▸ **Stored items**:
• • • •
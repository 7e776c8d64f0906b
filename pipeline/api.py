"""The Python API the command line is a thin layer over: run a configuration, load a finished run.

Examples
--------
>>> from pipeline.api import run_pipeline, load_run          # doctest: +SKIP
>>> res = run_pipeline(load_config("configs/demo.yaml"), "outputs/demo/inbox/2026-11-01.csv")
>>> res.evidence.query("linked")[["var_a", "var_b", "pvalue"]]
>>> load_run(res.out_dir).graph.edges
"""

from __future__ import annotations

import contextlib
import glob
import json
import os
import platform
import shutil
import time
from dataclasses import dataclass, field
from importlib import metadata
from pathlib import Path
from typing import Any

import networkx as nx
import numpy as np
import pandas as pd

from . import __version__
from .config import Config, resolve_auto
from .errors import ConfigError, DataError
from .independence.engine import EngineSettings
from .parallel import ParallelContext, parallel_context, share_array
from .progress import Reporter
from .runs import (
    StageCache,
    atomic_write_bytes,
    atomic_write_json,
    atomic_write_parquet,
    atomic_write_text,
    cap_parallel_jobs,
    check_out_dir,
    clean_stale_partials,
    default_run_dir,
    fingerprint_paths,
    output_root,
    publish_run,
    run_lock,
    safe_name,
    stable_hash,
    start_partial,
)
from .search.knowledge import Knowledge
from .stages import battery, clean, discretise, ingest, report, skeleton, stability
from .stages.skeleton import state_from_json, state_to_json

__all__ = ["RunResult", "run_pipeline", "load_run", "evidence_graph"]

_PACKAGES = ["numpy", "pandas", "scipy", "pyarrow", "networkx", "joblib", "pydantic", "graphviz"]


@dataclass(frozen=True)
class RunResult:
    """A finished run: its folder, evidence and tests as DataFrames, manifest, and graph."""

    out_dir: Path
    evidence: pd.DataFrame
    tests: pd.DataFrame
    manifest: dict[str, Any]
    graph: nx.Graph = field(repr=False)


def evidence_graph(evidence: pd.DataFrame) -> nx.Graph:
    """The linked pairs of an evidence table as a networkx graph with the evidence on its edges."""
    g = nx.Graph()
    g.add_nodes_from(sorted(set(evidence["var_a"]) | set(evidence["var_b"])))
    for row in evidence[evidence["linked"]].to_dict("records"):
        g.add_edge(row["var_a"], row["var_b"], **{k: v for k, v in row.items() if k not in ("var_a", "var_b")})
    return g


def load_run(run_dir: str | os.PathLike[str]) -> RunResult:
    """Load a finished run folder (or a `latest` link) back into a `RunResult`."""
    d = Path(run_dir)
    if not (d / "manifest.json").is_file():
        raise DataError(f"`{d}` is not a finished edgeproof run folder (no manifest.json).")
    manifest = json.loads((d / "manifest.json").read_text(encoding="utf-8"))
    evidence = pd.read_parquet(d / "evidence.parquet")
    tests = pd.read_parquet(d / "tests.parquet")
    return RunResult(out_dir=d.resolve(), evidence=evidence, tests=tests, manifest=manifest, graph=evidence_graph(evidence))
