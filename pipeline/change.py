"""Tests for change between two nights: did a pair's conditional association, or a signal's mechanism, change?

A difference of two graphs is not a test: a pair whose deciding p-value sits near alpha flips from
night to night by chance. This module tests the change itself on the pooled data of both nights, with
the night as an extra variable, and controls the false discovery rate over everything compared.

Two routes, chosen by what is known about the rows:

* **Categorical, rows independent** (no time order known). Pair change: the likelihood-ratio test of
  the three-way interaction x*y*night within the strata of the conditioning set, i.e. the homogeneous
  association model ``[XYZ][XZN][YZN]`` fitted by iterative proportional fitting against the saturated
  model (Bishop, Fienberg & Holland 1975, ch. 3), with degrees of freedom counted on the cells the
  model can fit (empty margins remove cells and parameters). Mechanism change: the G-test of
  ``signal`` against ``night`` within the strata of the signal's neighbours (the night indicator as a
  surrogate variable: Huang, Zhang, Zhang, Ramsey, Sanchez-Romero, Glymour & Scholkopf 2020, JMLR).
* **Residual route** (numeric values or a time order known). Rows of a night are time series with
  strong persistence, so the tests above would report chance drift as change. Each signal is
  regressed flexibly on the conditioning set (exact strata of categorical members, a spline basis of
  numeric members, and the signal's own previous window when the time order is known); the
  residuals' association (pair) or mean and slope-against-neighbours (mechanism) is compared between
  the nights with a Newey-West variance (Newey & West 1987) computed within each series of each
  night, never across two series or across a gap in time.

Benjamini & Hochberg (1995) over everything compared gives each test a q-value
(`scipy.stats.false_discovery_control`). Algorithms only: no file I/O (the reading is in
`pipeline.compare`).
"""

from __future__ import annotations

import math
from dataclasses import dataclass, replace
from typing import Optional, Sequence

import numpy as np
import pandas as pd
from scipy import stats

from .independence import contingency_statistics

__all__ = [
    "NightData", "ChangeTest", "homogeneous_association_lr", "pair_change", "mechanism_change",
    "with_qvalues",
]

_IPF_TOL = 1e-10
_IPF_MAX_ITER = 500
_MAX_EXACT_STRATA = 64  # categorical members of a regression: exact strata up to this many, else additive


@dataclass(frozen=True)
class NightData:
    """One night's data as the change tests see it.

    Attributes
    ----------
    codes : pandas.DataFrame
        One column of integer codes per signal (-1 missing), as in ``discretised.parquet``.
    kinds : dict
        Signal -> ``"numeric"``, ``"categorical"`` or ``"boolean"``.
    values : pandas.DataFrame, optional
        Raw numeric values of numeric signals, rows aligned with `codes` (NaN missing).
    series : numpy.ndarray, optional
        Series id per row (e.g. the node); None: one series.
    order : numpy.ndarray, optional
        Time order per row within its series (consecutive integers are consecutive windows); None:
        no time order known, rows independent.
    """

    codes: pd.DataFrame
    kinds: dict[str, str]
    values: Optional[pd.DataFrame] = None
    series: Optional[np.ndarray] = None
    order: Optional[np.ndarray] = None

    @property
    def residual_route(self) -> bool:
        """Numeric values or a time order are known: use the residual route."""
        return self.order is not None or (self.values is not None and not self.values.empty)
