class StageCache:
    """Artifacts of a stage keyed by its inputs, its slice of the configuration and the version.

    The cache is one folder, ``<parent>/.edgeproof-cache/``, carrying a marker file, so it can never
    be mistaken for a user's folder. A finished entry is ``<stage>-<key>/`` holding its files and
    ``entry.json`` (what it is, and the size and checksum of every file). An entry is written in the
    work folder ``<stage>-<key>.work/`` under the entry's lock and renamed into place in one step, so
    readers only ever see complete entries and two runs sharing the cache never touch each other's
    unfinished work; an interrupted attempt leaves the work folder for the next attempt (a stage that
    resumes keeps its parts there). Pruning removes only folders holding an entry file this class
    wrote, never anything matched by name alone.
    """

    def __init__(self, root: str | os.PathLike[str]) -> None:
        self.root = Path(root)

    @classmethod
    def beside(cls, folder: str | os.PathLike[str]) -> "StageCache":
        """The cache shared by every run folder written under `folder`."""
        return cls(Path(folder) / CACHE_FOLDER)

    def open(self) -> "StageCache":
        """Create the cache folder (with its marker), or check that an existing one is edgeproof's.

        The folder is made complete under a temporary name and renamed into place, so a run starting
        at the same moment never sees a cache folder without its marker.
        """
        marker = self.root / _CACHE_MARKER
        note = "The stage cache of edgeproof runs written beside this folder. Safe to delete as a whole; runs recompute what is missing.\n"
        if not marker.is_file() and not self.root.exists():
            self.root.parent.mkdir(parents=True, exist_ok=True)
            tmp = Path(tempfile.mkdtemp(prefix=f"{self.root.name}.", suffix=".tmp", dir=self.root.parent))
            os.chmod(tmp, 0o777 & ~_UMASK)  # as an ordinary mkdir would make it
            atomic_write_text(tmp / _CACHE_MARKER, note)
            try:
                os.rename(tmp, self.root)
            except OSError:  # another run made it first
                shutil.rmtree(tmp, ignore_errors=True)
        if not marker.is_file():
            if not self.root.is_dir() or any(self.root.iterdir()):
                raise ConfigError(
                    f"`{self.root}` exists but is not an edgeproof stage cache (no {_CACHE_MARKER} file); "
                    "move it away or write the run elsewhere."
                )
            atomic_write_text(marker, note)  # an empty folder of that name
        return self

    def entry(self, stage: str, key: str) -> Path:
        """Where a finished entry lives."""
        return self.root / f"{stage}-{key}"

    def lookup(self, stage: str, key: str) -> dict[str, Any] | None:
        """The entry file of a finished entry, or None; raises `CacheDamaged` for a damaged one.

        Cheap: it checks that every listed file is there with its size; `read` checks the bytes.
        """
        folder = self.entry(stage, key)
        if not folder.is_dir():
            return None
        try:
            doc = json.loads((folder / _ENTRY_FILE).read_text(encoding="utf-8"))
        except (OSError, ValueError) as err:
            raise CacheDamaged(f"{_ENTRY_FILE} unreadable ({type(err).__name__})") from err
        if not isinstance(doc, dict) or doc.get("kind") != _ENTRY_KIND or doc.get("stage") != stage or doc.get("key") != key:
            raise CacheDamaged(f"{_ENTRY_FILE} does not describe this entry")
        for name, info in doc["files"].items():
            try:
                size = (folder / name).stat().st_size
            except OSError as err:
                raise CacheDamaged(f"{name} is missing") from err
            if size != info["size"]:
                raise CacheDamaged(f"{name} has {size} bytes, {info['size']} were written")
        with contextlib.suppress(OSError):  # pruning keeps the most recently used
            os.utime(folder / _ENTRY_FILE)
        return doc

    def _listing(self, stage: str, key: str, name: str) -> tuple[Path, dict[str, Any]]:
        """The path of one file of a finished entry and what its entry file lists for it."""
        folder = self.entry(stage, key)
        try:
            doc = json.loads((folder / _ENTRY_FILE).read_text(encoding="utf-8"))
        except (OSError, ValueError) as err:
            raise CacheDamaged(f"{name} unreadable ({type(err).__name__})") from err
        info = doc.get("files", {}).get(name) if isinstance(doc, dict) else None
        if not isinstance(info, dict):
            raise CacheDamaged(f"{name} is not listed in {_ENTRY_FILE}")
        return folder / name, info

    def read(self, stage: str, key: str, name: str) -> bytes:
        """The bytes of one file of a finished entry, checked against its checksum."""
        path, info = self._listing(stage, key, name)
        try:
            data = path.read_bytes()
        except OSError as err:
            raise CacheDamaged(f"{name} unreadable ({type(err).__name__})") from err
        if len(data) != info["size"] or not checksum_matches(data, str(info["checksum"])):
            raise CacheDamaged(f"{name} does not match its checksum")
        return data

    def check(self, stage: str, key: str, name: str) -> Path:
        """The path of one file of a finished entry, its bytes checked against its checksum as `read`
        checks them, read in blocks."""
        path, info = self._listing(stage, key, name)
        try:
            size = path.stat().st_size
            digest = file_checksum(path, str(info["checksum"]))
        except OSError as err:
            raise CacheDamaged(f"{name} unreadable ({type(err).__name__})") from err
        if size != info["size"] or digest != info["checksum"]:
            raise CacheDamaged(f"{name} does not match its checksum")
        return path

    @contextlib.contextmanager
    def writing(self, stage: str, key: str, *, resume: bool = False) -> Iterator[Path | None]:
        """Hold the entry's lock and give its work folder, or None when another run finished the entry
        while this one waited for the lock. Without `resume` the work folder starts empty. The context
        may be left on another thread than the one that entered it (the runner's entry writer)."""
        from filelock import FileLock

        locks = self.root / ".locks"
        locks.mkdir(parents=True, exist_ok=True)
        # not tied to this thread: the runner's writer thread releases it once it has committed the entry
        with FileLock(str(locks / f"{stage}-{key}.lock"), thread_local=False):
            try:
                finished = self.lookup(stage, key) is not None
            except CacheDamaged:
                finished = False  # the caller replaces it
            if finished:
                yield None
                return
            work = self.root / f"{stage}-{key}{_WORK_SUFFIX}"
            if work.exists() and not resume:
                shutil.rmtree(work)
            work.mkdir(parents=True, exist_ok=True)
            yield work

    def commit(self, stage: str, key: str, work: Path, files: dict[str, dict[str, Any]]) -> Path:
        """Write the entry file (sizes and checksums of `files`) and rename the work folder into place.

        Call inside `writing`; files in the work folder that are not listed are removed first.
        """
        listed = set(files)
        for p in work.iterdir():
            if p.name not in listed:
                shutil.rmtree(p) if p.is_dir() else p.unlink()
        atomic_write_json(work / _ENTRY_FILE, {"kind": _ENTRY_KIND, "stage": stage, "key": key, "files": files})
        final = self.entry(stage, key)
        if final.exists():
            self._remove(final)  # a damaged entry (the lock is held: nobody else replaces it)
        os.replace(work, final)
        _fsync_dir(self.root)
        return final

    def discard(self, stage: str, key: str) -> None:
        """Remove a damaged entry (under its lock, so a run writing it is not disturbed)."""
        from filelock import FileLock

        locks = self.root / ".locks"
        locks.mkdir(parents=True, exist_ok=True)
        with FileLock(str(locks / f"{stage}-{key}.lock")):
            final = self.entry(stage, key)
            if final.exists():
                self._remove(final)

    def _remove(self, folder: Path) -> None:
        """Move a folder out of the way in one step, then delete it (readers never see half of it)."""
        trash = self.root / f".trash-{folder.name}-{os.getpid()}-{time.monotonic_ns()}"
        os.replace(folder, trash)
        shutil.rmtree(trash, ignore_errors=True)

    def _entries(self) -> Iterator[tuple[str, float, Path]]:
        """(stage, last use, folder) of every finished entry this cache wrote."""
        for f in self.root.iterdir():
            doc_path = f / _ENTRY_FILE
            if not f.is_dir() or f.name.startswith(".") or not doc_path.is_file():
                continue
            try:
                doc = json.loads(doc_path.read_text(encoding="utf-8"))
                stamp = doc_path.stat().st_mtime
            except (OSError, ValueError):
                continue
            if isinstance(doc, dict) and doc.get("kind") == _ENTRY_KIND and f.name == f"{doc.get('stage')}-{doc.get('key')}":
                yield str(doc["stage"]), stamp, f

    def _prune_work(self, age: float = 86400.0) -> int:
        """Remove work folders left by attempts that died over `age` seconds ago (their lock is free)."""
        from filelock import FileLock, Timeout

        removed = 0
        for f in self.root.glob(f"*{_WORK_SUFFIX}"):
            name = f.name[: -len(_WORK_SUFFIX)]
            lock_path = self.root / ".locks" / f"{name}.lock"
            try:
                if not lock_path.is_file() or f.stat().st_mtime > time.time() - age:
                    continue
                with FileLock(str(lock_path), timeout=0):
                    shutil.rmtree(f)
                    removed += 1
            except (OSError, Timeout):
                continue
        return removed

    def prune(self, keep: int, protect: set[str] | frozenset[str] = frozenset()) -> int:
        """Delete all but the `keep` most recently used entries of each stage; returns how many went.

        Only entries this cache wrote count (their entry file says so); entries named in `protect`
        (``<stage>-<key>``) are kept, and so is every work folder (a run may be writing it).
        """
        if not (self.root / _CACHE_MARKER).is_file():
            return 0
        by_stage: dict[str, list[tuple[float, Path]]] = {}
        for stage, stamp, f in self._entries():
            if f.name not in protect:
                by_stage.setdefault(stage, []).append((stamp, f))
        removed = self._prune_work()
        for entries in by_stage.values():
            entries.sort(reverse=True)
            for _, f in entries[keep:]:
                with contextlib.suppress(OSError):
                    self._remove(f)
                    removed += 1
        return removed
• • • •
▸ **Exercise aim**:
Extract every line of the records above that contains the word "glob".

▸ **Result for this exercise**:
import glob
        for f in self.root.glob(f"*{_WORK_SUFFIX}"):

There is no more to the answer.